Vous croulez chaque jour sous le courrier dont il semblerait qu’il se dédouble, se multiplie, s’entasse, envahissant notre espace de travail, Qu’il soit électronique ou papier, le courrier doit être géré de façon extrêmement rigoureuse.

Dépouillement du courrier, recherche des adresses pour mailing, vérification des coordonnées, mise sous pli, nettoyage de la boîte mail : élimination des spams, classements dans les dossiers dédiés : la gestion du courrier peut être une véritable galère.
Il suffit de compter le nombre de mails envoyés et reçus par jour, dans une entreprise pour réaliser l’importance de ce flux d’informations. « Malheureusement, constate le site http://www.portail-entreprises-idf.fr, il n’est jamais simple de parler d’optimisation de gestion de courrier, la réflexion s’arrêtant souvent à une simple numérisation des courriers importants, ou impression de certains e-mails. »

Comment se sortir de la galère du traitement des mille et un courriers ?

Le blog tilekol.org se base sur quatre concepts ; le contexte, le rangement, le classement et l’archivage pour dessiner une méthode simple et efficace. Il faut également comprendre que le classement s’applique à la fois aux documents réels et aux documents virtuels. Il s’agit de traiter l’information qu’ils contiennent, le fait qu’ils soient en papier ou affichés à l’écran, c’est pratiquement la même chose.
Voici ensuite de précieux principes énoncés par le blog sorganiser-facile.com :
Quand je garde un papier, je sais pourquoi je le garde. Ce n’est pas une solution par défaut, parce que je n’aurais pas osé le jeter ou parce que je n’aurais pas encore décidé quoi en faire. Chaque papier a un emplacement possible et un seul.
Pas de rubrique « divers », « je ne sais pas », « autres », « je verrai plus tard (sans savoir quand arrivera ce « plus tard »)
Chaque chemise cartonnée doit avoir un nom. Je ne me fie pas uniquement à sa couleur.
Le nom de la chemise correspond exactement à ce qu’elle contient. Je n’hésite pas à bien préciser le titre.
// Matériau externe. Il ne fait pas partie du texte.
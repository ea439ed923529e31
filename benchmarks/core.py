"""Benchmark of the learning core: the compiled kernel against river, and the price of a big hash space.

Every figure is a ratio against a baseline measured in the same run (the machines are shared and
noisy); each timing is the best of ``--repeats`` runs. Run from the repository root::

    python3 benchmarks/core.py                # 100,000 events per stream
    python3 benchmarks/core.py --events 20000 --only kernel_vs_river

The script prints a table and, as its last line, one JSON object with every figure. Measurements
are plain functions in :data:`MEASUREMENTS` that take the parsed arguments and return a dict of
figures; one that cannot run raises :class:`Skipped` with the reason, which is printed and recorded.

* ``kernel_vs_river``: score then learn each event of a dense 20-feature stream. Ours: the compiled
  kernel (lazy, ball, anytime steps, uniform averaging, served from the average) on prebuilt
  :class:`models.Rows`, compilation excluded; river: ``LinearRegression`` ``predict_one`` then
  ``learn_one`` on the same dicts. ``learn_many_vs_river`` also counts our dict -> Rows mapping;
  ``bare_sgd_vs_river`` is a plain compiled SGD loop on the same rows, the floor of any kernel.
* ``sparse_cost``: per-event time with ``hash_bits=20`` over ``hash_bits=8``, 32 active buckets per
  event, ball projection and uniform averaging on, lazy kernel. Two controls separate the causes of
  a ratio above 1: the 20-bit model fed the 8-bit stream (the O(d) work, i.e. ``lazy_rebase``) and
  the cost of one ``lazy_rebase`` over 2**20 coordinates.

The stability monitor's per-event cost is no longer a goal here: its goal is end to end (replay with
the monitor on over off, ``monitor_on_vs_off`` in ``benchmarks/replay.py``).
"""

from __future__ import annotations

import argparse
import json
import os
import platform
import sys
import time
from pathlib import Path

import numba
import numpy as np

import models
from models import kernels as K

__all__ = ["MEASUREMENTS", "Skipped", "main", "measure_kernel_vs_river", "measure_sparse_cost"]

N_DENSE = 20
ACTIVE = 32


class Skipped(Exception):
    """A measurement that cannot run here; the message says why."""


def best_time(run, repeats: int) -> float:
    """Smallest wall time of ``run()`` over ``repeats`` calls (``run`` prepares its own fresh state)."""
    best = float("inf")
    for _ in range(repeats):
        best = min(best, run())
    return best


def _timed(fn, *args, **kwargs) -> float:
    start = time.perf_counter()
    fn(*args, **kwargs)
    return time.perf_counter() - start


# ------------------------------------------------------------------------- kernel against river

def dense_stream(n: int, seed: int) -> tuple[list[dict], np.ndarray]:
    """20 standardized probe channels of an invented van fleet and a linear target with noise."""
    rng = np.random.default_rng(seed)
    x = rng.normal(size=(n, N_DENSE))
    y = x @ rng.normal(size=N_DENSE) + 1.5 + rng.normal(size=n) * 0.3
    names = [f"probe_{j:02d}" for j in range(N_DENSE)]
    return [dict(zip(names, row)) for row in x.tolist()], y


@numba.njit(cache=False)
def bare_sgd(indptr, indices, values, y, w, eta, pred):
    """Plain SGD on squared loss over CSR rows: no scaling, averaging, projection or guard (the floor)."""
    b = 0.0
    for i in range(indptr.shape[0] - 1):
        m = b
        for k in range(indptr[i], indptr[i + 1]):
            m += w[indices[k]] * values[k]
        pred[i] = m
        g = m - y[i]
        for k in range(indptr[i], indptr[i + 1]):
            w[indices[k]] -= eta * g * values[k]
        b -= eta * g


def measure_kernel_vs_river(args) -> dict:
    try:
        from river import linear_model
    except ImportError as exc:
        raise Skipped(f"river is not importable ({exc})") from None
    events, y = dense_stream(args.events, args.seed)
    targets = y.tolist()
    spec = models.ModelSpec(numeric=tuple(events[0]), scaling="none", constraint="ball", radius=20.0,
                            rule="anytime", averaging="uniform", kernel="lazy")
    n = len(events)
    rows = models.LinearModel(spec).rows(events)
    mode = np.ones(n, np.int8)
    models.LinearModel(spec).process(rows, y, mode, models.Outcome.empty(n), stop=min(n, 100))  # compile/load

    ours_err = []

    def ours():
        model = models.LinearModel(spec)
        out = models.Outcome.empty(n)
        took = _timed(model.process, rows, y, mode, out, serve="averaged")
        ours_err.append(float(np.mean(np.abs(out.pred - y))))
        return took

    def ours_mapping():
        return _timed(models.LinearModel(spec).learn_many, events, targets, serve="averaged")

    river_err = []

    def river():
        model = linear_model.LinearRegression()
        err = 0.0
        start = time.perf_counter()
        for x, t in zip(events, targets):
            err += abs(model.predict_one(x) - t)
            model.learn_one(x, t)
        took = time.perf_counter() - start
        river_err.append(err / n)
        return took

    def bare():
        return _timed(bare_sgd, rows.indptr, rows.indices, rows.values, y, np.zeros(N_DENSE), 0.01, np.zeros(n))

    bare_sgd(rows.indptr, rows.indices, rows.values, y, np.zeros(N_DENSE), 0.01, np.zeros(n))  # compile
    t_river = best_time(river, args.repeats)
    t_ours = best_time(ours, args.repeats)
    t_map = best_time(ours_mapping, args.repeats)
    t_bare = best_time(bare, args.repeats)
    return {
        "kernel_vs_river": t_river / t_ours,
        "learn_many_vs_river": t_river / t_map,
        "river_events_per_s": n / t_river,
        "kernel_ns_per_event": 1e9 * t_ours / n,
        "learn_many_ns_per_event": 1e9 * t_map / n,
        "river_ns_per_event": 1e9 * t_river / n,
        "bare_sgd_ns_per_event": 1e9 * t_bare / n,
        "bare_sgd_vs_river": t_river / t_bare,
        "kernel_progressive_mae": ours_err[-1],
        "river_progressive_mae": river_err[-1],
    }


# ------------------------------------------------------------------------------ sparse cost

def distinct_indices(rng, n: int, k: int, space: int) -> np.ndarray:
    """``n`` rows of ``k`` distinct bucket indices drawn uniformly from ``range(space)``, sorted."""
    if space <= 4096:
        parts = [np.argsort(rng.random((min(10_000, n - lo), space), dtype=np.float32), axis=1)[:, :k]
                 for lo in range(0, n, 10_000)]
        idx = np.concatenate(parts)
    else:
        idx = rng.integers(0, space, size=(n, k))
        while True:
            srt = np.sort(idx, axis=1)
            bad = np.flatnonzero(np.any(srt[:, 1:] == srt[:, :-1], axis=1))
            if not len(bad):
                break
            idx[bad] = rng.integers(0, space, size=(len(bad), k))
    return np.sort(idx, axis=1).astype(np.int64)


def sparse_rows(n: int, hash_bits: int, seed: int) -> tuple[models.Rows, np.ndarray]:
    """Rows of 32 signed buckets (what 32 hashed categorical values give) and a learnable target."""
    rng = np.random.default_rng(seed)
    idx = distinct_indices(rng, n, ACTIVE, 1 << hash_bits)
    signs = rng.choice(np.array([-1.0, 1.0]), size=(n, ACTIVE))
    truth = rng.normal(size=1 << hash_bits) * 0.3
    y = np.einsum("ij,ij->i", truth[idx], signs) + rng.normal(size=n) * 0.3
    indptr = np.arange(0, n * ACTIVE + 1, ACTIVE, dtype=np.int64)
    return models.Rows(indptr, idx.reshape(-1), signs.reshape(-1)), y


def hashed_events(n: int, values_per_feature: int, seed: int) -> tuple[list[dict], np.ndarray]:
    """Events of 32 categorical features with ``values_per_feature`` values each, uniformly drawn."""
    rng = np.random.default_rng(seed)
    codes = rng.integers(0, values_per_feature, size=(n, ACTIVE))
    names = [f"tag_{j:02d}" for j in range(ACTIVE)]
    events = [{name: f"v{c}" for name, c in zip(names, row)} for row in codes.tolist()]
    return events, rng.normal(size=n)


def _sparse_spec(hash_bits: int, categorical=("cell",)) -> models.ModelSpec:
    return models.ModelSpec(categorical=tuple(categorical), hash_bits=hash_bits, scaling="none", constraint="ball",
                            rule="anytime", averaging="uniform", kernel="lazy")


def _per_event(spec, rows, y, repeats) -> float:
    n = len(rows)
    mode = np.ones(n, np.int8)

    def run():
        return _timed(models.LinearModel(spec).process, rows, y, mode, models.Outcome.empty(n), serve="averaged")

    return 1e9 * best_time(run, repeats) / n


def measure_sparse_cost(args) -> dict:
    n = args.events
    small, y_small = sparse_rows(n, 8, args.seed)
    large, y_large = sparse_rows(n, 20, args.seed + 1)
    models.LinearModel(_sparse_spec(8)).process(small, y_small, np.ones(n, np.int8), models.Outcome.empty(n),
                                                stop=min(n, 100))
    t8 = _per_event(_sparse_spec(8), small, y_small, args.repeats)
    t20 = _per_event(_sparse_spec(20), large, y_large, args.repeats)
    t20_local = _per_event(_sparse_spec(20), small, y_small, args.repeats)

    values = args.values_per_feature
    events, y_h = hashed_events(n, values, args.seed + 2)
    names = tuple(events[0])
    hashed = {bits: (models.LinearModel(_sparse_spec(bits, names)).rows(events)) for bits in (8, 20)}
    th8 = _per_event(_sparse_spec(8, names), hashed[8], y_h, args.repeats)
    th20 = _per_event(_sparse_spec(20, names), hashed[20], y_h, args.repeats)

    probe = models.LinearModel(_sparse_spec(20))
    probe.process(large, y_large, np.ones(n, np.int8), models.Outcome.empty(n), stop=min(n, 1000))
    st, sc = probe._st, probe._sc
    rebase_s = best_time(lambda: _timed(K.lazy_rebase, st, sc), max(3, args.repeats))
    return {
        "sparse_cost_ratio": t20 / t8,
        "sparse_cost_ratio_hashed": th20 / th8,
        "sparse_cost_ratio_local_indices": t20_local / t8,
        "sparse_ns_per_event_bits8": t8,
        "sparse_ns_per_event_bits20": t20,
        "sparse_ns_per_event_bits20_local": t20_local,
        "hashed_ns_per_event_bits8": th8,
        "hashed_ns_per_event_bits20": th20,
        "hashed_values_per_feature": values,
        "lazy_rebase_ms_bits20": 1e3 * rebase_s,
        "lazy_rebase_ns_per_event_amortized": 1e9 * rebase_s / K.NORM_REFRESH,
    }


#: Each measurement returns a dict of figures; the ones named in ``HEADLINE`` are the goals.
MEASUREMENTS = {
    "kernel_vs_river": measure_kernel_vs_river,
    "sparse_cost": measure_sparse_cost,
}

HEADLINE = {"kernel_vs_river": ">= 50", "learn_many_vs_river": "(info)", "sparse_cost_ratio": "<= 2",
            "sparse_cost_ratio_hashed": "(info)", "sparse_cost_ratio_local_indices": "(info)"}


def machine() -> dict:
    model = platform.processor() or "unknown"
    try:
        for line in Path("/proc/cpuinfo").read_text().splitlines():
            if line.startswith("model name"):
                model = line.split(":", 1)[1].strip()
                break
    except OSError:
        pass
    try:
        import river
        river_version = river.__version__
    except ImportError:
        river_version = None
    return {"cpu": model, "cores": os.cpu_count(), "python": platform.python_version(),
            "numpy": np.__version__, "numba": numba.__version__, "river": river_version}


def parse_args(argv=None):
    parser = argparse.ArgumentParser(description=__doc__.splitlines()[0])
    parser.add_argument("--events", type=int, default=100_000, help="events per stream (default 100000)")
    parser.add_argument("--repeats", type=int, default=3, help="runs per timing, the best is kept (default 3)")
    parser.add_argument("--values-per-feature", type=int, default=1000,
                        help="values of each categorical feature in the hashed stream (default 1000)")
    parser.add_argument("--seed", type=int, default=0)
    parser.add_argument("--only", nargs="*", choices=sorted(MEASUREMENTS), help="run only these measurements")
    args = parser.parse_args(argv)
    if args.events < 1000 or args.repeats < 1:
        parser.error("--events must be >= 1000 and --repeats >= 1")
    return args


def main(argv=None) -> dict:
    args = parse_args(argv)
    figures: dict = {"events": args.events, "repeats": args.repeats}
    skipped: dict[str, str] = {}
    for name, measure in MEASUREMENTS.items():
        if args.only and name not in args.only:
            continue
        try:
            figures.update(measure(args))
        except Skipped as why:
            skipped[name] = str(why)
    figures["skipped"] = skipped
    figures["machine"] = machine()

    print(f"{'figure':<38} {'value':>14}  goal")
    print("-" * 62)
    for key, value in figures.items():
        if isinstance(value, float):
            print(f"{key:<38} {value:>14.3f}  {HEADLINE.get(key, '')}")
    for name, why in skipped.items():
        print(f"{name:<38} {'skipped':>14}  {why}")
    print(json.dumps(figures, sort_keys=True))
    return figures


if __name__ == "__main__":
    # run as a script, this folder comes first on sys.path, and its service.py would shadow the
    # service package that the measurements import
    _here = Path(__file__).resolve().parent
    sys.path[:] = [p for p in sys.path if Path(p or ".").resolve() != _here]
    main()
On n’est pas limité en nombre de caractères.
Si j’ai suffisamment de chemises d’une même catégorie, je les place dans un porte-revue avec une étiquette qui reprend le titre des chemises.

L’astuce: il s’agit de prendre des décisions, le plus vite possible dès réception du document. Difficile? Dans 99 % des cas, vous savez quoi faire avec ce papier ; attendre quelques heures ou quelques jours de plus n’y changera rien.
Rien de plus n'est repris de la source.